The results for the two-way ANOVA test of overall results (in terms of the macro-averaged F-measure values) are presented in Table 12. According to the results presented in Table 12, there are statistically meaningful differences between the predictive performances of compared methods (P<0.001).

In Figure 4, the confidence intervals for the mean values of classification accuracies obtained by the different LDA-based configuration schemes are presented. Similarly, in Figure 5, the confidence intervals for the mean values of classification accuracies obtained by the conventional classifiers, ensemble learners, and ensemble pruning methods are presented. For results depicted in Figure 5, the biomedical text categorization datasets are represented with LDA (k=50); i.e., swarm-optimized latent Dirichlet allocation stage has not been applied. In contrast, in Figure 6, the confidence intervals for the mean values of classification accuracies obtained by the conventional classifiers, ensemble learners, and ensemble pruning methods are given. In Figure 6, swarm-optimized latent Dirichlet allocation stage has been applied to represent the dataset. For the statistical significance of results, confidence intervals are divided into regions denoted by red dashed lines. As the interval plots indicate, the predictive performances obtained by the swarm-optimized LDA (BA-LDA (DB)) and DEP (firefly clustering) are statistically significant.

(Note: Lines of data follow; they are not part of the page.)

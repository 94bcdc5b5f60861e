//! A fixed number of controller updates for `valgrind --tool=callgrind`.
//!
//! `update_callgrind update N` runs N updates of a `Controller<32>` over the
//! bench observation mix; `update_callgrind baseline N` walks the same
//! observations without updating. Instructions per update are
//! `(I(update, N₂) − I(update, N₁) − I(baseline, N₂) + I(baseline, N₁)) / (N₂ − N₁)`,
//! which cancels start-up, the mix's generation and the loop itself;
//! `cargo xtask bench` does this arithmetic. `update_callgrind rate N`
//! prints the host's updates per second (best of 20 passes over N). Under `cargo bench` (which
//! passes `--bench`) it runs a short self-check and exits.

use std::hint::black_box;
use std::process::ExitCode;

#[allow(dead_code)] // each bench uses part of the shared helpers
mod common;

/// Observations generated for every run (N ≤ this).
const CALLGRIND_MIX_LEN: usize = 65_536;

fn main() -> ExitCode {
    let args: Vec<String> = std::env::args()
        .skip(1)
        .filter(|a| a != "--bench")
        .collect();
    let (mode, n) = match args.as_slice() {
        [] => ("update", 1_000usize),
        [mode, n] => match n.parse::<usize>() {
            Ok(n) => (mode.as_str(), n),
            Err(e) => {
                eprintln!("update_callgrind: `{n}` is not a count: {e}");
                return ExitCode::from(2);
            }
        },
        _ => {
            eprintln!("usage: update_callgrind (update|baseline) N");
            return ExitCode::from(2);
        }
    };
    // The same mix for every run, so its generation cancels in the
    // differences; N may not exceed it (time must not run backwards).
    let mix = common::observation_mix(CALLGRIND_MIX_LEN);
    if n > mix.len() {
        eprintln!(
            "update_callgrind: N = {n} is more than the {} observations of the mix",
            mix.len()
        );
        return ExitCode::from(2);
    }
    let mut ctl = common::controller();
    let mut acc = 0.0_f32;
    match mode {
        "update" => {
            for obs in mix.iter().take(n) {
                let d = ctl.update(black_box(obs));
                acc += black_box(d.tx.0);
            }
        }
        "baseline" => {
            for obs in mix.iter().take(n) {
                let o = black_box(obs);
                acc += black_box(o.t_ms() as f32);
            }
        }
        "rate" => {
            // Wall-clock rate for the table (not an assertion): best of 20
            // passes, each from a fresh controller.
            let mut best = f64::INFINITY;
            for _ in 0..20 {
                let mut c = common::controller();
                let t = std::time::Instant::now();
                for obs in mix.iter().take(n) {
                    let d = c.update(black_box(obs));
                    acc += black_box(d.tx.0);
                }
                best = best.min(t.elapsed().as_secs_f64());
            }
            println!("updates_per_s={:.0}", n as f64 / best);
        }
        other => {
            eprintln!("update_callgrind: unknown mode `{other}` (want update, baseline or rate)");
            return ExitCode::from(2);
        }
    }
    println!(
        "mode={mode} n={n} checksum={acc} state_bytes={}",
        core::mem::size_of::<headroom::control::Controller<{ common::W }>>()
    );
    ExitCode::SUCCESS
}
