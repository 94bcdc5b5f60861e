//! Decode-only and decode-plus-replay throughput of a binary log file, in
//! an optimised build, for `cargo xtask bench`'s ratio "replay time ÷
//! decode-only time".
//!
//! `log_throughput (decode|replay) FILE.hrlog RUNS` reads the file in
//! 64 KiB chunks (as a streaming reader does), feeds the engine's
//! `FrameDecoder`, and with `replay` steps a `Replay<32>` with the default
//! settings over every record. Prints `records=… best_s=…` (best of RUNS).
//! Under `cargo bench` (which passes `--bench` and no file) it does nothing.

use std::fs::File;
use std::hint::black_box;
use std::io::Read;
use std::process::ExitCode;
use std::time::Instant;

use headroom::control::REPLAY_WINDOW;
use headroom::control::{ControllerConfig, Replay};
use headroom::record::codec::{Event, Frame, FrameDecoder, MAX_FRAME};

fn pass(path: &str, replay: bool) -> Result<u64, String> {
    let mut f = File::open(path).map_err(|e| format!("cannot open {path}: {e}"))?;
    let mut dec = FrameDecoder::<MAX_FRAME>::new();
    let mut rp = Replay::<REPLAY_WINDOW>::new(ControllerConfig::default())
        .map_err(|e| format!("replay settings: {e}"))?;
    let mut buf = vec![0u8; 64 * 1024];
    let mut records = 0u64;
    loop {
        let n = f
            .read(&mut buf)
            .map_err(|e| format!("cannot read {path}: {e}"))?;
        if n == 0 {
            break;
        }
        let mut input: &[u8] = buf.get(..n).unwrap_or(&[]);
        while let Some(ev) = dec.feed(&mut input) {
            if let Event::Frame {
                frame: Frame::Record(r),
                ..
            } = ev
            {
                records += 1;
                if replay {
                    black_box(rp.step(&r));
                }
            }
        }
    }
    black_box(rp.summary().records);
    Ok(records)
}

fn main() -> ExitCode {
    let args: Vec<String> = std::env::args()
        .skip(1)
        .filter(|a| a != "--bench")
        .collect();
    let [mode, path, runs] = args.as_slice() else {
        if args.is_empty() {
            return ExitCode::SUCCESS;
        }
        eprintln!("usage: log_throughput (decode|replay) FILE.hrlog RUNS");
        return ExitCode::from(2);
    };
    let replay = match mode.as_str() {
        "decode" => false,
        "replay" => true,
        other => {
            eprintln!("log_throughput: unknown mode `{other}` (want decode or replay)");
            return ExitCode::from(2);
        }
    };
    let runs = match runs.parse::<u32>() {
        Ok(r) if r > 0 => r,
        _ => {
            eprintln!("log_throughput: RUNS must be a whole number > 0, not `{runs}`");
            return ExitCode::from(2);
        }
    };
    let mut best = f64::INFINITY;
    let mut records = 0;
    for _ in 0..runs {
        let t = Instant::now();
        match pass(path, replay) {
            Ok(n) => records = n,
            Err(e) => {
                eprintln!("log_throughput: {e}");
                return ExitCode::FAILURE;
            }
        }
        best = best.min(t.elapsed().as_secs_f64());
    }
    println!("mode={mode} records={records} best_s={best:.6}");
    ExitCode::SUCCESS
}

In Figure 7, average execution times of compared algorithms have been presented in seconds. As can be observed from Figure 7, average execution times on base learning algorithms (Naïve Bayes and support vector machines) are the lowest. Conventional ensemble learning methods generally enhance the predictive performance of the conventional base learning algorithms. However, ensemble learning methods involve more execution times. Compared to the ensemble learning methods, ensemble pruning schemes have more execution time. The highest execution time is involved in ensemble pruning based on combined diversity measures (CDM) and the second highest execution time is required in the proposed classification scheme (DEP-firefly clustering). Metaheuristic optimization methods are well-established techniques on tuning the parameters. Hence, there is a trade-off between predictive performance and execution times.

6. Conclusion

In this work, we propose a novel biomedical text classification scheme based on swarm-optimized latent Dirichlet allocation and diversity-based ensemble pruning. Biomedical text categorization is an important research direction due to the immense quantity of unstructured information available. The latent Dirichlet allocation (LDA) is a popular representation scheme for text documents, which can yield better performance than other linguistic representation schemes, such as latent semantic analysis and probabilistic latent semantic analysis. We found out that the identification of appropriate parameter values is very important to the performance of LDA. In addition, it has been experimentally validated that the use of metaheuristic optimization algorithms to calibrate the parameters of LDA yields promising results on biomedical text categorization. The presented text classification scheme also employs an ensemble pruning approach based on combined diversity measures to identify a robust multiple classifier system with high predictive performance. The presented ensemble pruning approach combines four different diversity measures (namely, disagreement measure, Q-statistics, the correlation coefficient, and the double fault measure). In addition, the scheme employs the swarm-based clustering algorithm. The experimental results indicate that the proposed multiple classifier system outperforms the conventional classification algorithms, ensemble learning, and ensemble pruning methods.

Data Availability

The data used to support the findings of this study are available from the corresponding author upon request.

Conflicts of Interest

The authors declare that they have no conflicts of interest.